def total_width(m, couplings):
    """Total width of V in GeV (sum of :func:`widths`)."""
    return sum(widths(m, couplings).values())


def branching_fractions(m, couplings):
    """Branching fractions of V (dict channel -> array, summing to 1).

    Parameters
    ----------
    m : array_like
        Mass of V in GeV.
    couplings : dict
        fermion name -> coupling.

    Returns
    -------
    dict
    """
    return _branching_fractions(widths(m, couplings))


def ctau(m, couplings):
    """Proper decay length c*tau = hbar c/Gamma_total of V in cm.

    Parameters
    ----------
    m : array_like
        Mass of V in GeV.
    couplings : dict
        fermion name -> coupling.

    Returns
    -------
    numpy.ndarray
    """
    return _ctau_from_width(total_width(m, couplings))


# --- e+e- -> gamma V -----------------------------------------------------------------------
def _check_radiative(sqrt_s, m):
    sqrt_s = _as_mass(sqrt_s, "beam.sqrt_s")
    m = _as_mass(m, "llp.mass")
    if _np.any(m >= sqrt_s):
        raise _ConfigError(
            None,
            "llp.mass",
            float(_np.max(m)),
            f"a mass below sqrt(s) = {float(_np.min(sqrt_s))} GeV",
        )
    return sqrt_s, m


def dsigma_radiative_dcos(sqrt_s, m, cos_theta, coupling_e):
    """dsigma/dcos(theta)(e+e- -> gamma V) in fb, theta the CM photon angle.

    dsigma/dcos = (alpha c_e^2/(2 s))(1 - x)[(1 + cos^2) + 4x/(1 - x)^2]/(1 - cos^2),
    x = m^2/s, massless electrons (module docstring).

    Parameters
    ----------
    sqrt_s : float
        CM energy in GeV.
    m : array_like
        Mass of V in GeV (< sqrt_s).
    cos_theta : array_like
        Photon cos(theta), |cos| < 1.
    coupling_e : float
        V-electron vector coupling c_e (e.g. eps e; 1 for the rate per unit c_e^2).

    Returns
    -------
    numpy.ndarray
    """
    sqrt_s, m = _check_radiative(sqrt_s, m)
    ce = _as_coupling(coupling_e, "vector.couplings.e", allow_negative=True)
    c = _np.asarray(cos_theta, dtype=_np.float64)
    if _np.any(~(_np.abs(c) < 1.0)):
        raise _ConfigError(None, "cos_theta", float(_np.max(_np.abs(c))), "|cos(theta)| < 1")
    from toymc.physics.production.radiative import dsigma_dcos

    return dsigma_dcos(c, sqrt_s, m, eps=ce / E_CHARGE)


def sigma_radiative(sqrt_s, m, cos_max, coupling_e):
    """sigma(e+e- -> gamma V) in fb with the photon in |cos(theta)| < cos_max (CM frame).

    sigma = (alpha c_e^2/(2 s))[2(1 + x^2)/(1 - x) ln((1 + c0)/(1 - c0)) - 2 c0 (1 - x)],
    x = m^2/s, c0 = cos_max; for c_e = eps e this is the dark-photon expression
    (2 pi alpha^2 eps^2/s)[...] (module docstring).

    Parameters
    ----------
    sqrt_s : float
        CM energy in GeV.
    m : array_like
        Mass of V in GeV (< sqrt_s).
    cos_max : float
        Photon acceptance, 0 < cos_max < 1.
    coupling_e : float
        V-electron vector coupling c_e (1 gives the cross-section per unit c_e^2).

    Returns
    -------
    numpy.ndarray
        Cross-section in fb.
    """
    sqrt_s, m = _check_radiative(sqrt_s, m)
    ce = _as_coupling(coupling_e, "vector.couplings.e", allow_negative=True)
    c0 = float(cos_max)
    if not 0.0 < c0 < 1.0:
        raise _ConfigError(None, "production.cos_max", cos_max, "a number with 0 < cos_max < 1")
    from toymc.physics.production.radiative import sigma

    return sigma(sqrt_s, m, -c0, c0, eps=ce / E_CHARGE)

==

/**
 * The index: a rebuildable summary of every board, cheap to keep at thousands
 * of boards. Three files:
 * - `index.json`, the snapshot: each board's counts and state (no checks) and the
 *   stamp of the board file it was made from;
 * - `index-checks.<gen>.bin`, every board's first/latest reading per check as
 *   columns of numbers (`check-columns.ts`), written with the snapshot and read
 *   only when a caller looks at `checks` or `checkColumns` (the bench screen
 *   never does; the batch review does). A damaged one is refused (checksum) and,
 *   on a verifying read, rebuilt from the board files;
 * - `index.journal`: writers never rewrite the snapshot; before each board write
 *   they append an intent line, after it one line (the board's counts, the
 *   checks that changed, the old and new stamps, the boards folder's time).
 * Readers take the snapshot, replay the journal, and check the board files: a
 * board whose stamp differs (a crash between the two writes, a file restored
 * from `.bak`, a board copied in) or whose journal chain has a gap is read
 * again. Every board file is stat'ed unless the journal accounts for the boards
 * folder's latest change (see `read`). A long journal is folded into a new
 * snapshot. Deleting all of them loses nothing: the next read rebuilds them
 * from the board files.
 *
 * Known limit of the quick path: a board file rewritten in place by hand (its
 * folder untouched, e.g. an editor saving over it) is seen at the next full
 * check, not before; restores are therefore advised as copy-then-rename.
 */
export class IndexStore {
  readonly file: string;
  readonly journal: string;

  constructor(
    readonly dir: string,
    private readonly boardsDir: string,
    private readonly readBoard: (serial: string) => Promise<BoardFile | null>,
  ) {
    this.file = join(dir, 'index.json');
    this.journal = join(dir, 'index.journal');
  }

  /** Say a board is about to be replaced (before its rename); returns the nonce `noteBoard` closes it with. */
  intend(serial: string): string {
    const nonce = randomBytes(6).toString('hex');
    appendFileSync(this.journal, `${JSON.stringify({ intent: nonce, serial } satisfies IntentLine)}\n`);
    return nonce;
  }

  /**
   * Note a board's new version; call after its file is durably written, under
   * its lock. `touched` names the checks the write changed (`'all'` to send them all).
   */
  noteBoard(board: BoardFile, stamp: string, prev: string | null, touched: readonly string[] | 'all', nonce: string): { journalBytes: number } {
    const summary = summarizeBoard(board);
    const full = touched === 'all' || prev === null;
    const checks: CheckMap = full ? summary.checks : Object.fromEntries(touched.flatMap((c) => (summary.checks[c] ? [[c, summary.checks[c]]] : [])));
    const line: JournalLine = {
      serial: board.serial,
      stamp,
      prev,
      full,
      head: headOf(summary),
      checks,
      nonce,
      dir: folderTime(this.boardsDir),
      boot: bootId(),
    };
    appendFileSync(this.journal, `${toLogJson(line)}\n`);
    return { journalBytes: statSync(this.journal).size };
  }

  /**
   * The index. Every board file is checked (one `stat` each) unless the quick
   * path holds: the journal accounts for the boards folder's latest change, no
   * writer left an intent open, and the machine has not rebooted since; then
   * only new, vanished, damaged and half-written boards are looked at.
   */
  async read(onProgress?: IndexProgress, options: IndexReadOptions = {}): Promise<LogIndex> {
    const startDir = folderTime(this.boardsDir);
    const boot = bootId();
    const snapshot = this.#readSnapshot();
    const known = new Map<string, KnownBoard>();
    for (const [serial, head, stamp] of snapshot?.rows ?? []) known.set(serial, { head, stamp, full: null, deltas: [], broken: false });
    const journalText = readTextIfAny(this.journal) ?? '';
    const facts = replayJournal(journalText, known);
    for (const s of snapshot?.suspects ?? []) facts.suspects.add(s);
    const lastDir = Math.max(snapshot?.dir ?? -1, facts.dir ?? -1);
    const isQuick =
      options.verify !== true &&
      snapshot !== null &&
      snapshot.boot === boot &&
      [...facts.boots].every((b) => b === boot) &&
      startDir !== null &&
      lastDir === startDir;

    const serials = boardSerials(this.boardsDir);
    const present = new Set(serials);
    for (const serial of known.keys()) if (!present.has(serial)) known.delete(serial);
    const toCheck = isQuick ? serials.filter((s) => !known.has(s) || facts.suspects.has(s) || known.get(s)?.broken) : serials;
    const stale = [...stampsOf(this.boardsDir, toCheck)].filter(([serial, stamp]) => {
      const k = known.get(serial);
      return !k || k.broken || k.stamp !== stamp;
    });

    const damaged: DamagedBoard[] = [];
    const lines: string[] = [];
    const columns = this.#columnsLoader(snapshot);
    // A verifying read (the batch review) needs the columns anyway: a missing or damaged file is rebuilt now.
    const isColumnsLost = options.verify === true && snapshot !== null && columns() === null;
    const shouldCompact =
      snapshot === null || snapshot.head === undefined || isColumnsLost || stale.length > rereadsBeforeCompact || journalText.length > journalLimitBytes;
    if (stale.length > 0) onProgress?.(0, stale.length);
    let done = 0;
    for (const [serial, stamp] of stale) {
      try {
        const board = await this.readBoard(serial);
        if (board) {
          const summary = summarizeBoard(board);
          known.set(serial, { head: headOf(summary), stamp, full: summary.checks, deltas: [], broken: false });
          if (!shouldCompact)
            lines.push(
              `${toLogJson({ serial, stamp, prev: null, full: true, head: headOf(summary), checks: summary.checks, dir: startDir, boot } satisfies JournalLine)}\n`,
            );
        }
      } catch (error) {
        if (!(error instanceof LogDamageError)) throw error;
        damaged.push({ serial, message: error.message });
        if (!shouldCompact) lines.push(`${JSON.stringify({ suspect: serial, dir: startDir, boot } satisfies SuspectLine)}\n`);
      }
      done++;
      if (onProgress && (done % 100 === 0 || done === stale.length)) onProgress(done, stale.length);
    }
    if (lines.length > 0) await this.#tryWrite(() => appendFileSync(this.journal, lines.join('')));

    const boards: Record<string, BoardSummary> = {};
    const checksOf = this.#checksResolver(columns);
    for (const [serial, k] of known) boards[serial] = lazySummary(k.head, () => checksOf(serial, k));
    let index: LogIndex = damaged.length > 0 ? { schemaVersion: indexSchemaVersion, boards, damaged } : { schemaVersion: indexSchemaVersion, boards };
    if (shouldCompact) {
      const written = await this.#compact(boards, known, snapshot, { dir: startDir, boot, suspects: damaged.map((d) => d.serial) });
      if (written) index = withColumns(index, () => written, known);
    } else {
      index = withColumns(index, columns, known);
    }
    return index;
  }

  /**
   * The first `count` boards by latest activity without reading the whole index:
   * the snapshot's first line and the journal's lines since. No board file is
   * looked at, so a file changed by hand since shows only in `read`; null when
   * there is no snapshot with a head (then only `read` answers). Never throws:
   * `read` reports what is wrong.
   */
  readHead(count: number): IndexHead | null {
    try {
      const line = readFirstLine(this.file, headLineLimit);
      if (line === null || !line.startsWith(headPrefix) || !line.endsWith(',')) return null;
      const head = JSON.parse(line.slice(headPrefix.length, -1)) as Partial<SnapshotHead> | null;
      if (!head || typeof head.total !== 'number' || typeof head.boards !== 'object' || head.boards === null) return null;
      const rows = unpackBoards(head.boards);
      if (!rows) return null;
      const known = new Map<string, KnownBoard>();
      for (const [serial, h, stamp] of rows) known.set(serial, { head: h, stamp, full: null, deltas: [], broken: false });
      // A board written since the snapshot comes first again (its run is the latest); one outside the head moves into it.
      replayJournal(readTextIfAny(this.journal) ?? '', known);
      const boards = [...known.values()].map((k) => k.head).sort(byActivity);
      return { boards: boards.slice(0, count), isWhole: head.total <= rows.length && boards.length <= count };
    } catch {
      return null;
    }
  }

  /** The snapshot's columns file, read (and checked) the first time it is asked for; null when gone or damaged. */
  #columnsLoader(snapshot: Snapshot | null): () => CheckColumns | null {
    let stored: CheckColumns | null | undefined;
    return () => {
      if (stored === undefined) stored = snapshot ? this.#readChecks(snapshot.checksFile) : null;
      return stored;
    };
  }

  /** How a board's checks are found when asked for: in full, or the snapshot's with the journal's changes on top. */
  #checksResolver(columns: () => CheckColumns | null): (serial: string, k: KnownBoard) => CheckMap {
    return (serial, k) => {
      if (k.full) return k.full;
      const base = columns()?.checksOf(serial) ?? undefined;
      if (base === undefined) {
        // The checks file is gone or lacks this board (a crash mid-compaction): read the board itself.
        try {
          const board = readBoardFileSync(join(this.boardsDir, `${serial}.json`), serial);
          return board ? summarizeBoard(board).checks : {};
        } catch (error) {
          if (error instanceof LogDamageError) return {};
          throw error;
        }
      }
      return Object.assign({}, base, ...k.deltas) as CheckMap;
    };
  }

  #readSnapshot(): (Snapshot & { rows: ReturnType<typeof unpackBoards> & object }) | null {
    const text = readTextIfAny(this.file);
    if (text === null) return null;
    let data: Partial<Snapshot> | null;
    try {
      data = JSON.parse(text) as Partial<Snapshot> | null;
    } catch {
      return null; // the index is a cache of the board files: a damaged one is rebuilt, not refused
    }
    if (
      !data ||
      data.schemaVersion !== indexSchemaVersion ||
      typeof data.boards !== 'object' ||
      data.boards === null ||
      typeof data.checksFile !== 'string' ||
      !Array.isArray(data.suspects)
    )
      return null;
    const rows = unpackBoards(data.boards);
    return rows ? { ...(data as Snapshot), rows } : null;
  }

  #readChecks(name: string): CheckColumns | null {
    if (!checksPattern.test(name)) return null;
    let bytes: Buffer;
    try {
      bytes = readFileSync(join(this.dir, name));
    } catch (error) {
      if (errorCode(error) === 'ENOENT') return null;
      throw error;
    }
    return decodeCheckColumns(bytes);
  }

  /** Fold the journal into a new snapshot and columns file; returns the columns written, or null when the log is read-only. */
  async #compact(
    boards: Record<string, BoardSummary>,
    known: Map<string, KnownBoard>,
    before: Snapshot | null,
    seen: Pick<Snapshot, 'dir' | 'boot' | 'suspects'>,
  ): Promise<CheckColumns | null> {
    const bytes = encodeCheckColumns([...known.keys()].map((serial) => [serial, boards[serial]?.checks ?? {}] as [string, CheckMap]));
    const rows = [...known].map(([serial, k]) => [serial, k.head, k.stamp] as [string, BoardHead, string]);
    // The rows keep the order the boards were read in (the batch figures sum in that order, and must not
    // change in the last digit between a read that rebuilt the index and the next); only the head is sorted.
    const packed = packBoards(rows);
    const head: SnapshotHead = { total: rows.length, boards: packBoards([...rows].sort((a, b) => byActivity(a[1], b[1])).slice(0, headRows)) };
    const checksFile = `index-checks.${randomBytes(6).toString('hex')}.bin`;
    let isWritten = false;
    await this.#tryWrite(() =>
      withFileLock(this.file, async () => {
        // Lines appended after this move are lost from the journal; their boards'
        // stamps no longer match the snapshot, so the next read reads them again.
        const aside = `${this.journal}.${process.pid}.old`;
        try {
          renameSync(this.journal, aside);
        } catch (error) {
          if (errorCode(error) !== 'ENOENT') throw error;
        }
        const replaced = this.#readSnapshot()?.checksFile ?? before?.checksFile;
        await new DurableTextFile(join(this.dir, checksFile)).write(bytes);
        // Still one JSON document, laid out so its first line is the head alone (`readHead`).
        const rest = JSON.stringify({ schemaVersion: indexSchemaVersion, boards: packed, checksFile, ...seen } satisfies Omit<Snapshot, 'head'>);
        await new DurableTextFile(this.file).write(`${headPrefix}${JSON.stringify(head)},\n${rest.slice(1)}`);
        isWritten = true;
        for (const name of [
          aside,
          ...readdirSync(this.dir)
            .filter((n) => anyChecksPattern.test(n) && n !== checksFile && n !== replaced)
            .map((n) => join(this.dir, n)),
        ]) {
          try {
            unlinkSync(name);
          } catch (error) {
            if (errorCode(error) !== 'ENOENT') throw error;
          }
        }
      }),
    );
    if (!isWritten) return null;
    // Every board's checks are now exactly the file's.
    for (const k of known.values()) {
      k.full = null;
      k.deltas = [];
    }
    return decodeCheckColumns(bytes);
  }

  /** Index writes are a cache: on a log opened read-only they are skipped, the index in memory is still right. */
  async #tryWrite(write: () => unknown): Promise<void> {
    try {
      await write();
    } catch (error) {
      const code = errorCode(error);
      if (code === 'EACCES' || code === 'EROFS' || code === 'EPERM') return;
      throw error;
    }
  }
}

--

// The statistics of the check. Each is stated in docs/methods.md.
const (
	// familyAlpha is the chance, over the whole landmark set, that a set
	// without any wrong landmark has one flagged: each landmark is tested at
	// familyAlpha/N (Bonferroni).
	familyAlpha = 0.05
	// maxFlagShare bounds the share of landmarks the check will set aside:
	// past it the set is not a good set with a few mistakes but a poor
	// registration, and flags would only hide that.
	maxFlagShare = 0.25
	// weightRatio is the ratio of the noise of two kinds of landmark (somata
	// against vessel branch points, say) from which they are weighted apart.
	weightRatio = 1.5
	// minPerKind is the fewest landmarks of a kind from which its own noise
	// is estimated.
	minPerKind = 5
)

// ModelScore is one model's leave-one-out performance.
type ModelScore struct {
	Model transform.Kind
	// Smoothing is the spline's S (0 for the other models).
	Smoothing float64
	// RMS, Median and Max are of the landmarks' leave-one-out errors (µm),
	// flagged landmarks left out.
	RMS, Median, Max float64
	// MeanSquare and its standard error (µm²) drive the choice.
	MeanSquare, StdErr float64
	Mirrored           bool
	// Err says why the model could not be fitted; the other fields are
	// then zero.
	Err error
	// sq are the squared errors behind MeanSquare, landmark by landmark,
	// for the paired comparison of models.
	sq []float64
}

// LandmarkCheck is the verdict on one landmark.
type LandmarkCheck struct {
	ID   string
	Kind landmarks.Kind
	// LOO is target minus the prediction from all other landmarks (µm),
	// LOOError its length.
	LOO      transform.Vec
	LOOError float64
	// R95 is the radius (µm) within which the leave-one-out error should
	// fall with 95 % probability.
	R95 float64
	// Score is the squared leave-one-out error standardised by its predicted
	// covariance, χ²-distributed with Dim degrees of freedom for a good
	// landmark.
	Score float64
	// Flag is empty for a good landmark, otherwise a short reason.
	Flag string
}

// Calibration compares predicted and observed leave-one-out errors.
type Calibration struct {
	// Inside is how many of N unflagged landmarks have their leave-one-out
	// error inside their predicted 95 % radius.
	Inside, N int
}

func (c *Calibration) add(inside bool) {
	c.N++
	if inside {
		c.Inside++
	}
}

- [EXERCISE AIM] Using the entries above, work out the number of lines that hold the word "toCheck" and write it with no other words.

- [OUTPUT] 2